At that moment Aurora Gauntlet, mounted on her dashing grey—a pad she rode in compliment to us—her cheeks flushed by a long ride in the pure morning air, her skirt and plume and golden hair floating behind her, cantered up to the column, accompanied by Major Shirley in his staff uniform, and by John Trot, the valiant hero of Wandsworth Common, in very gay livery, and like the staff officer, well mounted.

"I'm just in time, I find," said she, as I drew aside from my troop (which being the Light one was in the rear, as the corps was marched with the right in front) and reined up beside her.

"I was looking for you anxiously, Aurora. Will you keep this document for me, cousin? for if I am killed in Germany, I have no desire that it should be used by some boor to light his pipe with or wrap his butter in."

It was the diploma of the Netherwood baronetcy, running in the name of "CAROLUS, DEI GRATIA, REX SCOTIÆ ET ANGLIÆ, &c. &c., nostro Johanni Gauntleti de Netherwood, ejusque hæredibus masculis de corpore, &c., titulam gradum et dignitatem militis Baronetti in hac antiqua parte Regni Nostri Scotiæ," and so forth.

"You shall be the custodier of this choice piece of archæology, for with my sword, Aurora, it is all my inheritance now. In my haversack or valise I have borne it ever since old Nathan Wylie, Sir Basil's evil mentor, sent it to me as a taunt amid my misfortunes."

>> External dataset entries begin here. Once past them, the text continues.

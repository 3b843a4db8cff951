"""Parameter scans: a grid of resolved configs, one pipeline run per point, gathered into
one xarray Dataset over the axes.

A ``[scan]`` table in a config declares the axes (our own layout)::

    [scan]
    error_bar = false                         # the second grid per point (default off)

    [[scan.axis]]
    key = "quarks.l.current_mass_gev"         # any config key, as for --set
    values = [0.002, 0.004, 0.008]            # explicit ...
    # range = { start = 0.002, stop = 0.02, points = 5, spacing = "log" }   # ... or a range

    [[scan.axis]]
    key = "interaction.omega_gev"
    values = [0.4, 0.5, 0.6]
    linked = { key = "interaction.strength_gev2", product = 0.512 }   # D = 0.512 / omega

Points are the Cartesian product of the axes.  Every point is a config of its own
(validated like a file, with its own hash), run through ``pipeline.run`` with the result
cache: the store is the journal, so a scan that was stopped recomputes no finished point.
A point that fails (no bound state, a solver that did not converge, a bad value) is kept
with its status and message; the scan goes on.
"""

from __future__ import annotations

import itertools
import math
import time
from dataclasses import dataclass

import numpy as np

from .config import Config, ConfigError, apply_overrides, from_dict

STATUS_OK, STATUS_FAILED = "ok", "failed"
#: Per-meson observables of summary.json gathered as variables ``<meson>_<key>``.
MESON_KEYS = ("mass_gev", "mass_error_gev", "decay_constant_gev", "decay_constant_error_gev",
              "normalisation_agreement", "awti_residual", "in_meson_condensate_gev2", "next_eigenvalue",
              "eta_spread_gev")
QUARK_KEYS = ("mass_function_at_zero_gev", "max_bound_state_mass_gev", "Z2", "minus_qbarq_cbrt_gev")
UNITS = {"gev": "GeV", "gev2": "GeV2", "gev-2": "GeV-2"}


@dataclass(frozen=True)
class Axis:
    key: str
    values: tuple[float, ...]
    linked_key: str | None = None
    linked_product: float | None = None

    @property
    def name(self) -> str:
        return self.key.replace(".", "__")

    def overrides(self, value: float) -> list[str]:
        out = [f"{self.key}={value!r}"]
        if self.linked_key is not None:
            out.append(f"{self.linked_key}={self.linked_product / value!r}")
        return out


@dataclass(frozen=True)
class Scan:
    base: dict                   # the config's TOML layout without [scan]
    axes: tuple[Axis, ...]
    error_bar: bool
    name: str

    def points(self) -> list[tuple[float, ...]]:
        return list(itertools.product(*(a.values for a in self.axes)))

    def config_at(self, point) -> Config:
        over = [o for a, v in zip(self.axes, point) for o in a.overrides(v)]
        d = apply_overrides(self.base, over + [f"output.error_bar={'true' if self.error_bar else 'false'}"])
        return from_dict(d, source=f"scan point {dict(zip((a.key for a in self.axes), point))}")


def _number(key, v):
    if isinstance(v, bool) or not isinstance(v, (int, float)) or not math.isfinite(v):
        raise ConfigError(key, v, "a finite number")
    return float(v)


def _axis(i: int, t) -> Axis:
    where = f"scan.axis[{i + 1}]"
    if not isinstance(t, dict):
        raise ConfigError(where, t, "a table with key and values or range")
    unknown = set(t) - {"key", "values", "range", "linked"}
    if unknown:
        k = sorted(unknown)[0]
        raise ConfigError(f"{where}.{k}", t[k], "unknown key; allowed: key, values, range, linked")
    key = t.get("key")
    if not isinstance(key, str) or not key or key.startswith("scan"):
        raise ConfigError(f"{where}.key", key, "a dotted config key, e.g. quarks.l.current_mass_gev")
    if ("values" in t) == ("range" in t):
        raise ConfigError(where, sorted(t), "exactly one of values or range")
    if "values" in t:
        vals = t["values"]
        if not isinstance(vals, list) or not vals:
            raise ConfigError(f"{where}.values", vals, "a non-empty list of numbers")
        values = tuple(_number(f"{where}.values", v) for v in vals)
    else:
        r = t["range"]
        if not isinstance(r, dict) or set(r) - {"start", "stop", "points", "spacing"} or \
                not {"start", "stop", "points"} <= set(r):
            raise ConfigError(f"{where}.range", r, "{ start, stop, points, spacing = \"linear\" or \"log\" }")
        a, b = _number(f"{where}.range.start", r["start"]), _number(f"{where}.range.stop", r["stop"])
        n = r["points"]
        if isinstance(n, bool) or not isinstance(n, int) or not 1 <= n <= 1000:
            raise ConfigError(f"{where}.range.points", n, "an integer from 1 to 1000")
        spacing = r.get("spacing", "linear")
        if spacing not in ("linear", "log"):
            raise ConfigError(f"{where}.range.spacing", spacing, "\"linear\" or \"log\"")
        if spacing == "log" and (a <= 0 or b <= 0):
            raise ConfigError(f"{where}.range.start", a, "positive ends for a log range")
        if a == b and n > 1:
            raise ConfigError(f"{where}.range.stop", b, "different from start when points > 1")
        values = tuple(float(x) for x in (np.geomspace(a, b, n) if spacing == "log" else np.linspace(a, b, n)))
    linked = t.get("linked")
    lk = lp = None
    if linked is not None:
        if not isinstance(linked, dict) or set(linked) != {"key", "product"} or not isinstance(linked["key"], str):
            raise ConfigError(f"{where}.linked", linked, "{ key = \"<config key>\", product = <number> } "
                                                         "(linked value = product / axis value)")
        lk, lp = linked["key"], _number(f"{where}.linked.product", linked["product"])
        if any(v == 0 for v in values):
            raise ConfigError(f"{where}.values", list(values), "non-zero values on a linked axis")
    return Axis(key=key, values=values, linked_key=lk, linked_product=lp)


def from_config_dict(d: dict, overrides=()) -> Scan:
    """The scan of a config dict (TOML layout) with a ``[scan]`` table; every point is
    validated here, before any work."""
    d = apply_overrides(d, overrides)
    t = d.get("scan")
    if not isinstance(t, dict):
        raise ConfigError("scan", t, "a [scan] table with at least one [[scan.axis]]")
    unknown = set(t) - {"axis", "error_bar"}
    if unknown:
        k = sorted(unknown)[0]
        raise ConfigError(f"scan.{k}", t[k], "unknown key; allowed: axis, error_bar")
    axes_t = t.get("axis")
    if not isinstance(axes_t, list) or not axes_t:
        raise ConfigError("scan.axis", axes_t, "one or more [[scan.axis]] tables")
    axes = tuple(_axis(i, a) for i, a in enumerate(axes_t))
    keys = [a.key for a in axes] + [a.linked_key for a in axes if a.linked_key]
    if len(set(keys)) != len(keys):
        raise ConfigError("scan.axis", keys, "each config key on one axis only")
    eb = t.get("error_bar", False)
    if not isinstance(eb, bool):
        raise ConfigError("scan.error_bar", eb, "true or false")
    base = {k: v for k, v in d.items() if k != "scan"}
    base_cfg = from_dict(base)
    scan = Scan(base=base, axes=axes, error_bar=eb, name=base_cfg.name)
    for p in scan.points():           # every point valid before any work
        scan.config_at(p)
    return scan


def load(path, overrides=()) -> Scan:
    import tomllib
    from pathlib import Path

    try:
        d = tomllib.loads(Path(path).read_text(encoding="utf-8-sig"))
    except OSError as e:
        raise ConfigError("<file>", str(path), f"a readable TOML file ({e.strerror or type(e).__name__})") from None
    except ValueError as e:
        raise ConfigError("<file>", str(path), f"valid TOML ({e})") from None
    return from_config_dict(d, overrides)


# ----------------------------------------------------------------------------------------
# Running

@dataclass(frozen=True)
class PointResult:
    point: tuple[float, ...]
    config_hash: str
    status: str
    message: str
    summary: dict | None
    seconds: float


def run_point(scan: Scan, point, cache: bool = True) -> PointResult:
    """One point through the pipeline (a failure is recorded, not raised)."""
    from . import pipeline

    t0 = time.perf_counter()
    cfg = scan.config_at(point)
    try:
        store = pipeline.store_of(cfg, cache)
        res = pipeline.run(cfg, store)
        return PointResult(tuple(point), cfg.hash(), STATUS_OK, "", res.summary(), time.perf_counter() - t0)
    except KeyboardInterrupt:
        raise
    except Exception as e:  # noqa: BLE001  (a failed point is a result of the scan)
        msg = f"{type(e).__name__}: {' '.join(str(e).split())}"
        return PointResult(tuple(point), cfg.hash(), STATUS_FAILED, msg, None, time.perf_counter() - t0)


def _worker(args):
    scan, point, cache = args
    return run_point(scan, point, cache)


def run(scan: Scan, workers: int = 1, cache: bool = True, progress=None) -> list[PointResult]:
    """Every point, in-process (``workers`` = 1) or in that many worker processes (each
    compiles once and keeps its JIT cache); results in point order."""
    pts = scan.points()
    say = progress or (lambda *_: None)
    out: dict[int, PointResult] = {}
    if workers <= 1:
        for i, p in enumerate(pts):
            out[i] = run_point(scan, p, cache)
            say(i + 1, len(pts), out[i])
    else:
        import multiprocessing as mp
        from concurrent.futures import ProcessPoolExecutor, as_completed

        with ProcessPoolExecutor(max_workers=workers, mp_context=mp.get_context("spawn")) as ex:
            futs = {ex.submit(_worker, (scan, p, cache)): i for i, p in enumerate(pts)}
            for n, f in enumerate(as_completed(futs)):
                out[futs[f]] = f.result()
                say(n + 1, len(pts), out[futs[f]])
    return [out[i] for i in range(len(pts))]


def dataset(scan: Scan, results: list[PointResult]):
    """One xarray Dataset over the axes: per meson ``<meson>_<observable>``, per quark
    ``quark_<flavour>_<observable>``, and per point ``status``, ``message``, ``config_hash``."""
    import xarray as xr

    from . import __version__

    shape = tuple(len(a.values) for a in scan.axes)
    dims = tuple(a.name for a in scan.axes)
    coords = {a.name: (a.name, np.asarray(a.values), {"long_name": a.key, "units": _units(a.key)})
              for a in scan.axes}
    for a in scan.axes:
        if a.linked_key:
            coords[a.linked_key.replace(".", "__")] = (a.name, a.linked_product / np.asarray(a.values),
                                                       {"long_name": f"{a.linked_key} = {a.linked_product:g} / "
                                                        f"{a.key}", "units": _units(a.linked_key)})
    data: dict[str, np.ndarray] = {}
    units: dict[str, str] = {}
    status = np.empty(shape, dtype=object)
    message = np.empty(shape, dtype=object)
    hashes = np.empty(shape, dtype=object)
    index = {p: np.unravel_index(i, shape) for i, p in enumerate(scan.points())}
    for r in results:
        ix = index[r.point]
        status[ix], message[ix], hashes[ix] = r.status, r.message, r.config_hash
        if r.summary is None:
            continue
        for m in r.summary["mesons"]:
            for k in MESON_KEYS:
                _put(data, units, f"{m['name']}_{k}", k, m.get(k), shape, ix)
        for f, q in r.summary["quarks"].items():
            for k in QUARK_KEYS:
                _put(data, units, f"quark_{f}_{k}", k, q.get(k), shape, ix)
    variables = {name: (dims, arr, {"units": units[name], "long_name": name.replace("_", " ")})
                 for name, arr in data.items()}
    variables["status"] = (dims, status.astype(str), {"long_name": "ok or failed"})
    variables["message"] = (dims, message.astype(str), {"long_name": "why a point failed"})
    variables["config_hash"] = (dims, hashes.astype(str), {"long_name": "config hash of the point"})
    return xr.Dataset(variables, coords=coords, attrs={
        "title": f"parameter scan of {scan.name}", "package": "rlmeson", "package_version": __version__,
        "axes": ", ".join(a.key for a in scan.axes), "error_bar": int(scan.error_bar),
        "decay_constant_convention": next((m["decay_constant_convention"] for r in results if r.summary
                                           for m in r.summary["mesons"]), "")})


def _units(key: str) -> str:
    suffix = key.rsplit("_", 1)[-1]
    return UNITS.get(suffix, "1")


def _put(data, units, name, key, value, shape, ix):
    if name not in data:
        data[name] = np.full(shape, np.nan)
        units[name] = _units(key)
    if isinstance(value, (int, float)) and not isinstance(value, bool):
        data[name][ix] = float(value)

"You would still reproach me?" said she, in a low voice.

"Nay, Aurora, on my soul I do not."

"I thank you," she replied, with her eyes brimful of tears; for in addition to the peculiar position in which we stood, nothing melts a woman's heart so much as the aspect of a fine regiment departing for foreign service in time of war. "My mother has become feeble and ailing—I shall soon be alone in the world, so think kindly of me, Basil, when you are far away, even as we shall think kindly of you, for we are the last of our family—the last of the old Gauntlets of Netherwood."

"I am, rather than you," said I, smiling.

"How?"

"Some one, of course, will marry you, so I must be the last."

She blushed painfully, and her glance wandered to Shirley, but his eyes, at least, appeared to be intent upon the marching column.

"I am going to Germany now, perhaps never to return; for news I have heard (here I referred to the strange tidings of Boisguiller) have made me, even in youth, somewhat reckless of life."

"Oh, Basil, Basil! you must not speak thus."

"Sir, Colonel Preston is looking back for you," said Major Shirley, with a slight tone of impatience and authority in his voice. "And there sounds a trumpet."

"Then we do part friends at last?" said Aurora, with a sad smile.

"Yes, dear cousin, the best of friends."

She held up her cheek to be kissed by me; but somehow her rosy lip came in its place.

I saw Shirley's face darken, but heeded it little, as I put spurs to my grey and dashed after the regiment, which was now trotting along the highway which led towards Brighton.